The architectural historian Simon Schama digs especially deep into the tension between wildness and civilization in landscape and Memory. Throughout his book, he laments that Americans are more detached from their landscape than are Europeans, with their revered ruins of past civilizations. Curiously, he ends his magnificent discourse on architectural history not with a cathedral, but with the humble stone wall.

There are places woven within the boundaries of a modern metropolitan sprawl where the boundaries between past and present, wild and domestic, collapse altogether. Below the hilltop clearing where my house stands are drystone walls, the remains of a vanished world . . . From the midst of this suburban wilderness, in the hours before dawn, barely a fairway away from the inevitably manicured country club, coyotes howl at the moon, setting off a frantic shrieking from the flocks of wild turkey hidden in the covers. This is Thoreau's kind of suburb.11

The stone walls of New England stand guard against a future that seems to be coming too quickly. They urge us to slow down and to recall the past.
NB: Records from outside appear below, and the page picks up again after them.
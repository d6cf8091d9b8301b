#pragma once
// SIGINT/SIGTERM turned into a flag that long-running work polls, so an interrupted run unwinds
// normally: destructors delete temporary outputs, and the process exits with 128 + signal.
namespace habcast {

/// Installs handlers for SIGINT and SIGTERM for the lifetime of the object and restores the
/// previous handlers afterwards. Not reentrant: one guard at a time.
class StopSignalGuard {
 public:
  StopSignalGuard();
  ~StopSignalGuard();
  StopSignalGuard(const StopSignalGuard&) = delete;
  StopSignalGuard& operator=(const StopSignalGuard&) = delete;
};

/// The signal received since the guard was installed (0 if none).
int stop_signal();

/// Throws Interrupted when a stop signal arrived.
void throw_if_stopped();

/// For tests: pretend `signal_number` arrived (0 clears).
void raise_stop_for_testing(int signal_number);

}  // namespace habcast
Each stone fallen from a wall is a gift to the soil. Roots and moisture below the forest will eventually wedge the stones apart. Then the minerals within the fragments will dissolve, wash to the sea as salt, and leave behind nothing more than a yellowish-brown clay residue. Fallen stones, broken stones, rotten stones . . . all are symbols of organic redemption. Nature is busy, like Whitman's "noiseless patient spider" reclaiming her crust, reminding us that all of history is paradoxically as eternal and ephemeral as a simple stone wall.